• [TASK GOAL]:
Lines from the one containing "return Number.isInteger(n) && n > 0;" through the last line of the data below are to be returned exactly; leave out the rest.

____

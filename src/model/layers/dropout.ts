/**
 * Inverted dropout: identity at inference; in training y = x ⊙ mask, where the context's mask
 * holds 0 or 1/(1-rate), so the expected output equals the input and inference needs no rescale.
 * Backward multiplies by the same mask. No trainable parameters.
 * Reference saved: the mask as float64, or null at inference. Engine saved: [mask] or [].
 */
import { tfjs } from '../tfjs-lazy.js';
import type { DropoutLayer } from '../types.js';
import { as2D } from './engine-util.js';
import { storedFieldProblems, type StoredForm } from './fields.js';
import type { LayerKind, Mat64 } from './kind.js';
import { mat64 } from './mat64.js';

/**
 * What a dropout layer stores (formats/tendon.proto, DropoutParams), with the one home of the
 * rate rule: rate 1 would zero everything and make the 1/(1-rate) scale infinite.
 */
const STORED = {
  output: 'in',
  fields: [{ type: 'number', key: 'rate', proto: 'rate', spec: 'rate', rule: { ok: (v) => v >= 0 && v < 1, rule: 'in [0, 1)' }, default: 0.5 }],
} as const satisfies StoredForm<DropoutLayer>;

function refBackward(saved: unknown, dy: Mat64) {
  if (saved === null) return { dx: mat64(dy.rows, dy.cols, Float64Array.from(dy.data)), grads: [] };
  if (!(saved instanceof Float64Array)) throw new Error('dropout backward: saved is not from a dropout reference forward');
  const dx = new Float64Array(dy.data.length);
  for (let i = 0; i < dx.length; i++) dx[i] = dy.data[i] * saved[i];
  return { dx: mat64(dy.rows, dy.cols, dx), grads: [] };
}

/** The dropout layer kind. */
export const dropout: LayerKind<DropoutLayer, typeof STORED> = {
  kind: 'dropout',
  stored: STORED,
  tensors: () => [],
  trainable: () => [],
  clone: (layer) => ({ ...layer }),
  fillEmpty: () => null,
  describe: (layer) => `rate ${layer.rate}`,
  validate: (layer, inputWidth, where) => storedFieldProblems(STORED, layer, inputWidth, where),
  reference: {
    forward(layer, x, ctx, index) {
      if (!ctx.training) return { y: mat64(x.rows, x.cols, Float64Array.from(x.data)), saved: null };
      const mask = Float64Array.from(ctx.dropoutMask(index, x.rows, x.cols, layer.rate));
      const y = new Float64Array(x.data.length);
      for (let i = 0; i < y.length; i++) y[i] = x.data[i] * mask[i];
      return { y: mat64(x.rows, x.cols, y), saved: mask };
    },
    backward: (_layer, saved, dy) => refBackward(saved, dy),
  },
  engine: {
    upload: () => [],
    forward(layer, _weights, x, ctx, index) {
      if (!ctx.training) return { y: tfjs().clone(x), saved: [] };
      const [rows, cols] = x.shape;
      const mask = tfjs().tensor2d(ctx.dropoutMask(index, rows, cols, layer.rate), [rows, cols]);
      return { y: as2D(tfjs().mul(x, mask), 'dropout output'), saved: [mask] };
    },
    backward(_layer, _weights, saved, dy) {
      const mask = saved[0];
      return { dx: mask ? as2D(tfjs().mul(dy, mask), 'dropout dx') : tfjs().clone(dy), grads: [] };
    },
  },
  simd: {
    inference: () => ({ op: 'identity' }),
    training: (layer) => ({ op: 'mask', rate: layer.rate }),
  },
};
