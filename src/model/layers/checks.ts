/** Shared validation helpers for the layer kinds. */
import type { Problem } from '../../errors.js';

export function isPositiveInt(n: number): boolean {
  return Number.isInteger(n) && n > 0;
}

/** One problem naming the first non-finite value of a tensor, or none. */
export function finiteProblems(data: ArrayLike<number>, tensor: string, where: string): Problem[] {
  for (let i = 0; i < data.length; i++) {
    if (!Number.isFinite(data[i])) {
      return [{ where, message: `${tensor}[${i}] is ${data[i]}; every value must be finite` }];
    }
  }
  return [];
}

____

• [EXERCISE RESULT]:
  return Number.isInteger(n) && n > 0;
}

/** One problem naming the first non-finite value of a tensor, or none. */
export function finiteProblems(data: ArrayLike<number>, tensor: string, where: string): Problem[] {
  for (let i = 0; i < data.length; i++) {
    if (!Number.isFinite(data[i])) {
      return [{ where, message: `${tensor}[${i}] is ${data[i]}; every value must be finite` }];
    }
  }
  return [];
}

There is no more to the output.